Data for the task:

"""The steps file: what was added in which sweep."""

from __future__ import annotations

from pathlib import Path

import pytest

from fitamp.elements import Condition, read_steps
from fitamp.errors import InputError

HEADER = "file,load_added_F,rz_added_ohm,temp_C,note\n"


def written(folder: Path, text: str | bytes) -> Path:
    path = folder / "steps.csv"
    path.write_bytes(text if isinstance(text, bytes) else text.encode())
    return path


def refusal(folder: Path, text: str | bytes) -> str:
    path = written(folder, text)
    with pytest.raises(InputError, match=r"steps\.csv") as caught:
        read_steps(path)
    message = str(caught.value)
    assert "\n" not in message
    return message.replace(str(path), "steps.csv")


def test_values_are_numbers_or_have_units(tmp_path: Path) -> None:
    path = written(
        tmp_path,
        HEADER
        + "base.csv,,,25,as it came\n"
        + "# a remark\n\n"
        + 'load5.csv, 5 pF ,0 Ohm,25,"probe, short lead"\n'
        + "more/load15.csv,15e-12,0,24.5,\n"
        + "trim.csv,0,−400,25,code 3\n"
        + "series.csv,0,0.5 kOhm,,\n",
    )
    steps = read_steps(path)
    assert [step.path for step in steps] == [
        tmp_path / name for name in ("base.csv", "load5.csv", "more/load15.csv", "trim.csv", "series.csv")
    ]
    assert [step.line for step in steps] == [2, 5, 6, 7, 8]
    assert [step.condition for step in steps] == [
        Condition(temp_c=25.0, note="as it came"),
        Condition(load_added_f=5e-12, temp_c=25.0, note="probe, short lead"),
        Condition(load_added_f=15e-12, temp_c=24.5),
        Condition(rz_added_ohm=-400.0, temp_c=25.0, note="code 3"),
        Condition(rz_added_ohm=500.0),
    ]


@pytest.mark.parametrize("separator", [",", ";", "\t"])
def test_columns_come_in_any_order_and_case_and_most_may_be_missing(tmp_path: Path, separator: str) -> None:
    text = f"\ufeffRZ_ADDED_OHM{separator}File\r\n-400 Ohm{separator}a.csv\r\n"
    (step,) = read_steps(written(tmp_path, text))
    assert step.condition == Condition(rz_added_ohm=-400.0)
    assert step.path == tmp_path / "a.csv"


def test_an_absolute_name_stays(tmp_path: Path) -> None:
    other = tmp_path / "elsewhere" / "a.csv"
    (step,) = read_steps(written(tmp_path, f"file\n{other}\n"))
    assert step.path == other


@pytest.mark.parametrize(
    ("text", "complaint"),
    [
        ("", "steps.csv: is empty; expected a header such as file,load_added_F"),
        (HEADER, "steps.csv: has no steps below its header"),
        ("file,load\na.csv,1\n", "line 1: unknown column 'load'; known are file, load_added_F"),
        ("load_added_F\n5 pF\n", "line 1: column file is missing"),
        ("file,file\na,b\n", "line 1: column file stands there twice"),
        ("file,note\na.csv\n", "line 2: has 1 cells, but the header 2 columns"),
        ('file,note\na.csv,"open\n', "line 2: is not a line of CSV"),
        ("file\n\n# x\na.csv\na.csv\n", "line 5: a.csv stands in line 4 already"),
        ("file,note\n,b\n", "line 2: file is ''; expected the name"),
        ("file,load_added_F\na.csv,5 pFF\n", "line 2: load_added_F: '5 pFF'"),
        ('file,load_added_F\na.csv,"5,0 pF"\n', "has a comma; write the decimal mark as a point"),
        ("file,load_added_F\na.csv,5 Ohm\n", "write farads, such as 5 pF or 5e-12"),
        ("file,load_added_F\na.csv,-5 pF\n", "line 2: the added load must be 0 F or more"),
        ("file,rz_added_ohm\na.csv,nan\n", "line 2: rz_added_ohm: 'nan'"),
        ("file,rz_added_ohm\na.csv,1e999\n", "line 2: the added resistance must be finite"),
        ("file,rz_added_ohm\na.csv,1_000\n", "line 2: rz_added_ohm: '1_000'"),
        ("file,temp_C\na.csv,warm\n", "line 2: temp_C: 'warm' is not a number; write degrees, such as 25"),
        ("file,temp_C\na.csv,-300\n", "line 2: the temperature must be finite and -273.15"),
        ("file,note\na.csv,\x07\n", "line 2: note has characters that cannot be printed"),
        (b"file\n\xff\xfea.csv\n", "line 2: is not UTF-8 text"),
        (b"file\n" + b"a" * 1_000_001, "is larger than 1 MB"),
    ],
)
def test_refusals_say_where_and_what(tmp_path: Path, text: str | bytes, complaint: str) -> None:
    message = refusal(tmp_path, text)
    assert message.startswith("steps.csv")
    assert complaint in message


def test_a_file_that_is_not_there(tmp_path: Path) -> None:
    with pytest.raises(InputError, match="no such file; check the path of the steps file"):
        read_steps(tmp_path / "none.csv")
    with pytest.raises(InputError, match="cannot be read"):
        read_steps(tmp_path)
    with pytest.raises(InputError, match="cannot be read"):
        read_steps("a\0b")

Problem details:
Each line above is to be set down again verbatim.

Solution to this exercise:
"""The steps file: what was added in which sweep."""

from __future__ import annotations

from pathlib import Path

import pytest

from fitamp.elements import Condition, read_steps
from fitamp.errors import InputError

HEADER = "file,load_added_F,rz_added_ohm,temp_C,note\n"


def written(folder: Path, text: str | bytes) -> Path:
    path = folder / "steps.csv"
    path.write_bytes(text if isinstance(text, bytes) else text.encode())
    return path


def refusal(folder: Path, text: str | bytes) -> str:
    path = written(folder, text)
    with pytest.raises(InputError, match=r"steps\.csv") as caught:
        read_steps(path)
    message = str(caught.value)
    assert "\n" not in message
    return message.replace(str(path), "steps.csv")


def test_values_are_numbers_or_have_units(tmp_path: Path) -> None:
    path = written(
        tmp_path,
        HEADER
        + "base.csv,,,25,as it came\n"
        + "# a remark\n\n"
        + 'load5.csv, 5 pF ,0 Ohm,25,"probe, short lead"\n'
        + "more/load15.csv,15e-12,0,24.5,\n"
        + "trim.csv,0,−400,25,code 3\n"
        + "series.csv,0,0.5 kOhm,,\n",
    )
    steps = read_steps(path)
    assert [step.path for step in steps] == [
        tmp_path / name for name in ("base.csv", "load5.csv", "more/load15.csv", "trim.csv", "series.csv")
    ]
    assert [step.line for step in steps] == [2, 5, 6, 7, 8]
    assert [step.condition for step in steps] == [
        Condition(temp_c=25.0, note="as it came"),
        Condition(load_added_f=5e-12, temp_c=25.0, note="probe, short lead"),
        Condition(load_added_f=15e-12, temp_c=24.5),
        Condition(rz_added_ohm=-400.0, temp_c=25.0, note="code 3"),
        Condition(rz_added_ohm=500.0),
    ]


@pytest.mark.parametrize("separator", [",", ";", "\t"])
def test_columns_come_in_any_order_and_case_and_most_may_be_missing(tmp_path: Path, separator: str) -> None:
    text = f"\ufeffRZ_ADDED_OHM{separator}File\r\n-400 Ohm{separator}a.csv\r\n"
    (step,) = read_steps(written(tmp_path, text))
    assert step.condition == Condition(rz_added_ohm=-400.0)
    assert step.path == tmp_path / "a.csv"


def test_an_absolute_name_stays(tmp_path: Path) -> None:
    other = tmp_path / "elsewhere" / "a.csv"
    (step,) = read_steps(written(tmp_path, f"file\n{other}\n"))
    assert step.path == other


@pytest.mark.parametrize(
    ("text", "complaint"),
    [
        ("", "steps.csv: is empty; expected a header such as file,load_added_F"),
        (HEADER, "steps.csv: has no steps below its header"),
        ("file,load\na.csv,1\n", "line 1: unknown column 'load'; known are file, load_added_F"),
        ("load_added_F\n5 pF\n", "line 1: column file is missing"),
        ("file,file\na,b\n", "line 1: column file stands there twice"),
        ("file,note\na.csv\n", "line 2: has 1 cells, but the header 2 columns"),
        ('file,note\na.csv,"open\n', "line 2: is not a line of CSV"),
        ("file\n\n# x\na.csv\na.csv\n", "line 5: a.csv stands in line 4 already"),
        ("file,note\n,b\n", "line 2: file is ''; expected the name"),
        ("file,load_added_F\na.csv,5 pFF\n", "line 2: load_added_F: '5 pFF'"),
        ('file,load_added_F\na.csv,"5,0 pF"\n', "has a comma; write the decimal mark as a point"),
        ("file,load_added_F\na.csv,5 Ohm\n", "write farads, such as 5 pF or 5e-12"),
        ("file,load_added_F\na.csv,-5 pF\n", "line 2: the added load must be 0 F or more"),
        ("file,rz_added_ohm\na.csv,nan\n", "line 2: rz_added_ohm: 'nan'"),
        ("file,rz_added_ohm\na.csv,1e999\n", "line 2: the added resistance must be finite"),
        ("file,rz_added_ohm\na.csv,1_000\n", "line 2: rz_added_ohm: '1_000'"),
        ("file,temp_C\na.csv,warm\n", "line 2: temp_C: 'warm' is not a number; write degrees, such as 25"),
        ("file,temp_C\na.csv,-300\n", "line 2: the temperature must be finite and -273.15"),
        ("file,note\na.csv,\x07\n", "line 2: note has characters that cannot be printed"),
        (b"file\n\xff\xfea.csv\n", "line 2: is not UTF-8 text"),
        (b"file\n" + b"a" * 1_000_001, "is larger than 1 MB"),
    ],
)
def test_refusals_say_where_and_what(tmp_path: Path, text: str | bytes, complaint: str) -> None:
    message = refusal(tmp_path, text)
    assert message.startswith("steps.csv")
    assert complaint in message


def test_a_file_that_is_not_there(tmp_path: Path) -> None:
    with pytest.raises(InputError, match="no such file; check the path of the steps file"):
        read_steps(tmp_path / "none.csv")
    with pytest.raises(InputError, match="cannot be read"):
        read_steps(tmp_path)
    with pytest.raises(InputError, match="cannot be read"):
        read_steps("a\0b")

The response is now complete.